About this exercise — Please repeat the lines below exactly. Begin with the line containing "if (error.code === 'mailDown')" and go on through the line containing "let found = UNITS[row].symbol.as_bytes();".

*** Opening of Data to process ***

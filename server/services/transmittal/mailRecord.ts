import { uuidv7 } from 'uuidv7'
import * as transmittals from '../../database/queries/transmittal'
import { forOrganisation, withSession } from '../../database/withSession'
import { composeMail, recordName, wordOf } from '../../mail/composeMail'
import { sendMail } from '../../mail/sendMail'
import { useSettings } from '../../settings'
import { useStorage } from '../../storage/storage'
import { makeLink } from '../account/sendLink'
import { Failure } from '../failure'
import { pdfKey } from '../record/sealRecord'

/** Largest file that is attached, as the mail carries it (base64 with line ends). Many servers return more than 10 MB. */
const ATTACHED_MOST = 10_000_000
const asMailed = (bytes: number) => Math.ceil(bytes / 57) * 78

/** Mails one recipient a record: the link to their page, and the PDF where it is small enough. Writes into the delivery log what the mail server said. */
export async function mailRecord(organisationId: string, recipientId: string): Promise<void> {
  const session = forOrganisation(organisationId)
  const mail = await withSession(session, tx => transmittals.mailToSend(tx, recipientId))
  if (!mail || mail.handed) return
  const note = (kind: 'handed' | 'returned' | 'deferred', detail: string) => withSession(session, tx => transmittals.addEvent(tx, recipientId, uuidv7(), kind, detail.slice(0, 300)))
  // A role's mailbox is nobody who could sign in: it gets the file and the check page.
  const link = mail.mailbox ? `${useSettings().origin}/check/${mail.code}` : await makeLink({ purpose: 'contact', organisationId, contactId: mail.contactId, recordId: mail.recordId, email: mail.email })
  const attached = asMailed(mail.bytes) <= ATTACHED_MOST
  const file = attached ? await useStorage().get(pdfKey(organisationId, mail.fileDigest)) : null
  const record = recordName(mail.language, mail.scope, mail.number)
  const composed = composeMail(mail.language, mail.mailbox ? 'recordToMailbox' : 'record', {
    name: mail.name, organisation: mail.organisationName, record, site: mail.siteName, sentence: mail.sentence ? `${mail.sentence.lead} ${mail.sentence.rest}` : '', message: mail.message, link,
    attached: wordOf(mail.language, file ? 'attached' : 'tooLarge'),
  })
  try {
    const { response } = await sendMail({ to: { name: mail.name, address: mail.email }, ...composed, attachments: file ? [{ filename: `${mail.code}-${mail.scope}.pdf`, content: file, contentType: 'application/pdf' }] : [] })
    await note('handed', response)
  }
  catch (error) {
    if (!(error instanceof Failure)) throw error
    await note(error.code === 'mailDown' ? 'deferred' : 'returned', error.message)
    // Deferred: the queue tries again, later each time.
    if (error.code === 'mailDown') throw error
  }
}
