impl fmt::Display for Unit {
    /// Symbol and words: `gpm (US gallons per minute)`.
    fn fmt(&self, f: &mut fmt::Formatter<'_>) -> fmt::Result {
        write!(f, "{} ({})", self.symbol, self.name)
    }
}

const fn unit(
    symbol: &'static str,
    also: &'static [&'static str],
    kind: Kind,
    factor: f64,
    decimals: usize,
    name: &'static str,
) -> Unit {
    Unit {
        symbol,
        also,
        kind,
        factor,
        offset: 0.0,
        decimals,
        name,
        exact_case: false,
    }
}

/// The unit whose symbol is `symbol`. For constants only: a symbol that the table lacks does not compile there.
pub(super) const fn named(symbol: &str) -> &'static Unit {
    let wanted = symbol.as_bytes();
    let mut row = 0;
    while row < UNITS.len() {
        let found = UNITS[row].symbol.as_bytes();
        let mut same = 0;
        while same < wanted.len() && same < found.len() && wanted[same] == found[same] {
            same += 1;
        }
        if same == wanted.len() && same == found.len() {
            return &UNITS[row];
        }
        row += 1;
    }
    panic!("the table has no such unit")
}

/// The table. Spellings are unique in it.
#[rustfmt::skip]
pub static UNITS: [Unit; 80] = [
    unit("m", &["metre", "metres", "meter", "meters"], Kind::Length, 1.0, 2, "metres"),
    unit("mm", &[], Kind::Length, 1e-3, 1, "millimetres").exact_case(),
    unit("cm", &[], Kind::Length, 1e-2, 1, "centimetres"),
    unit("km", &[], Kind::Length, 1e3, 3, "kilometres"),
    unit("ft", &["foot", "feet"], Kind::Length, FOOT, 1, "feet"),
    unit("in", &["in.", "inch", "inches"], Kind::Length, INCH, 2, "inches"),
    unit("yd", &["yard", "yards"], Kind::Length, YARD, 1, "yards"),

    unit("m3/h", &["cmh"], Kind::Flow, 1.0 / HOUR, 1, "cubic metres per hour"),
    unit("m3/s", &[], Kind::Flow, 1.0, 5, "cubic metres per second"),
    unit("m3/min", &[], Kind::Flow, 1.0 / MINUTE, 3, "cubic metres per minute"),
    unit("m3/d", &[], Kind::Flow, 1.0 / DAY, 0, "cubic metres per day"),
    unit("L/s", &["lps"], Kind::Flow, LITRE, 2, "litres per second"),
    unit("L/min", &["lpm"], Kind::Flow, LITRE / MINUTE, 1, "litres per minute"),
    unit("L/h", &[], Kind::Flow, LITRE / HOUR, 0, "litres per hour"),
    unit("ML/d", &["Ml/d", "MLD"], Kind::Flow, 1e6 * LITRE / DAY, 3, "megalitres per day").exact_case(),
    unit("gpm", &["US gpm", "usgpm", "gal/min", "US gal/min"], Kind::Flow, US_GALLON / MINUTE, 1, "US gallons per minute"),
    unit("igpm", &["imp gpm", "imperial gpm", "igal/min", "imp gal/min"], Kind::Flow, IMPERIAL_GALLON / MINUTE, 1, "imperial gallons per minute"),
    unit("mgd", &["MGD", "US mgd"], Kind::Flow, 1e6 * US_GALLON / DAY, 3, "US million gallons per day").exact_case(),
    unit("ft3/s", &["cfs"], Kind::Flow, FOOT3, 3, "cubic feet per second"),
    unit("ft3/min", &["cfm"], Kind::Flow, FOOT3 / MINUTE, 1, "cubic feet per minute"),

    unit("Pa", &[], Kind::Pressure, 1.0, 0, "pascals"),
    unit("hPa", &[], Kind::Pressure, 100.0, 1, "hectopascals"),
    unit("kPa", &[], Kind::Pressure, 1e3, 1, "kilopascals"),
    unit("MPa", &[], Kind::Pressure, 1e6, 4, "megapascals").exact_case(),
    unit("bar", &[], Kind::Pressure, 1e5, 2, "bar"),
    unit("mbar", &[], Kind::Pressure, 100.0, 1, "millibar").exact_case(),
    unit("psi", &["lbf/in2"], Kind::Pressure, POUND_FORCE / (INCH * INCH), 1, "pounds-force per square inch"),
    unit("atm", &[], Kind::Pressure, 101325.0, 3, "standard atmospheres"),
    unit("kgf/cm2", &["kg/cm2"], Kind::Pressure, STANDARD_GRAVITY / 1e-4, 2, "kilograms-force per square centimetre"),
    unit("mH2O", &["mWC"], Kind::Pressure, WATER_COLUMN, 2, "metres of water, conventional").exact_case(),
    unit("ftH2O", &[], Kind::Pressure, WATER_COLUMN * FOOT, 1, "feet of water, conventional"),
    unit("mmHg", &[], Kind::Pressure, MERCURY_COLUMN * 1e-3, 1, "millimetres of mercury, conventional").exact_case(),
    unit("inHg", &[], Kind::Pressure, MERCURY_COLUMN * INCH, 2, "inches of mercury, conventional"),

    unit("W", &[], Kind::Power, 1.0, 0, "watts"),
    unit("kW", &[], Kind::Power, 1e3, 1, "kilowatts"),
    unit("MW", &[], Kind::Power, 1e6, 4, "megawatts").exact_case(),
    unit("hp", &["bhp"], Kind::Power, 550.0 * FOOT * POUND_FORCE, 1, "horsepower of 550 ft lbf/s"),
    unit("PS", &[], Kind::Power, 75.0 * STANDARD_GRAVITY, 1, "metric horsepower of 75 kgf m/s").exact_case(),

    unit("m3", &[], Kind::Volume, 1.0, 1, "cubic metres"),
    unit("L", &["litre", "litres", "liter", "liters"], Kind::Volume, LITRE, 0, "litres"),
    unit("ML", &["Ml"], Kind::Volume, 1e6 * LITRE, 3, "megalitres").exact_case(),
    unit("gal", &["US gal", "usgal"], Kind::Volume, US_GALLON, 0, "US gallons"),
    unit("igal", &["imp gal", "imperial gal"], Kind::Volume, IMPERIAL_GALLON, 0, "imperial gallons"),
    unit("ft3", &[], Kind::Volume, FOOT3, 1, "cubic feet"),

    unit("m2", &[], Kind::Area, 1.0, 2, "square metres"),
    unit("cm2", &[], Kind::Area, 1e-4, 1, "square centimetres"),
    unit("mm2", &[], Kind::Area, 1e-6, 0, "square millimetres").exact_case(),
    unit("ha", &[], Kind::Area, 1e4, 3, "hectares"),
    unit("ft2", &[], Kind::Area, FOOT2, 1, "square feet"),
    unit("in2", &[], Kind::Area, INCH * INCH, 2, "square inches"),
    unit("acre", &["acres"], Kind::Area, 4840.0 * YARD * YARD, 3, "acres of 4840 square yards"),

    unit("kg/m3", &[], Kind::Density, 1.0, 1, "kilograms per cubic metre"),
    unit("g/cm3", &["kg/L"], Kind::Density, 1e3, 4, "grams per cubic centimetre"),
    unit("lb/ft3", &[], Kind::Density, POUND / FOOT3, 2, "pounds per cubic foot"),

    unit("m2/s", &[], Kind::Viscosity, 1.0, 9, "square metres per second"),
    unit("mm2/s", &[], Kind::Viscosity, 1e-6, 3, "square millimetres per second").exact_case(),
    unit("cSt", &[], Kind::Viscosity, 1e-6, 3, "centistokes"),
    unit("St", &[], Kind::Viscosity, 1e-4, 5, "stokes"),
    unit("ft2/s", &[], Kind::Viscosity, FOOT2, 8, "square feet per second"),

    unit("Pa.s", &["Pa s"], Kind::DynamicViscosity, 1.0, 6, "pascal seconds"),
    unit("mPa.s", &["mPa s"], Kind::DynamicViscosity, 1e-3, 3, "millipascal seconds").exact_case(),
    unit("cP", &[], Kind::DynamicViscosity, 1e-3, 3, "centipoise"),

    unit("C", &["degC"], Kind::Temperature, 1.0, 1, "degrees Celsius").offset(273.15),
    unit("F", &["degF"], Kind::Temperature, FAHRENHEIT_DEGREE, 1, "degrees Fahrenheit").offset(459.67 * FAHRENHEIT_DEGREE),
    unit("K", &[], Kind::Temperature, 1.0, 2, "kelvins"),

    unit("%", &["percent"], Kind::Percent, 1e-2, 1, "per cent"),
    unit("rpm", &["1/min", "r/min"], Kind::Speed, 1.0, 0, "revolutions per minute"),

    unit("s", &["sec"], Kind::Time, 1.0, 1, "seconds"),
    unit("min", &[], Kind::Time, MINUTE, 1, "minutes"),
    unit("h", &["hr", "hour", "hours"], Kind::Time, HOUR, 2, "hours"),
    unit("d", &["day", "days"], Kind::Time, DAY, 2, "days"),

    unit("m/s", &[], Kind::Velocity, 1.0, 2, "metres per second"),
    unit("ft/s", &["fps"], Kind::Velocity, FOOT, 2, "feet per second"),

    unit("kWh", &[], Kind::Energy, 1e3 * HOUR, 1, "kilowatt hours"),
    unit("MWh", &[], Kind::Energy, 1e6 * HOUR, 4, "megawatt hours").exact_case(),
    unit("J", &[], Kind::Energy, 1.0, 0, "joules"),
    unit("kJ", &[], Kind::Energy, 1e3, 1, "kilojoules"),
    unit("MJ", &[], Kind::Energy, 1e6, 2, "megajoules").exact_case(),

    unit("m/s2", &[], Kind::Acceleration, 1.0, 5, "metres per second squared"),
    unit("ft/s2", &[], Kind::Acceleration, FOOT, 3, "feet per second squared"),
];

*** Close of Data to process ***

Response box —
    if (error.code === 'mailDown') throw error
  }
}
impl fmt::Display for Unit {
    /// Symbol and words: `gpm (US gallons per minute)`.
    fn fmt(&self, f: &mut fmt::Formatter<'_>) -> fmt::Result {
        write!(f, "{} ({})", self.symbol, self.name)
    }
}

const fn unit(
    symbol: &'static str,
    also: &'static [&'static str],
    kind: Kind,
    factor: f64,
    decimals: usize,
    name: &'static str,
) -> Unit {
    Unit {
        symbol,
        also,
        kind,
        factor,
        offset: 0.0,
        decimals,
        name,
        exact_case: false,
    }
}

/// The unit whose symbol is `symbol`. For constants only: a symbol that the table lacks does not compile there.
pub(super) const fn named(symbol: &str) -> &'static Unit {
    let wanted = symbol.as_bytes();
    let mut row = 0;
    while row < UNITS.len() {
        let found = UNITS[row].symbol.as_bytes();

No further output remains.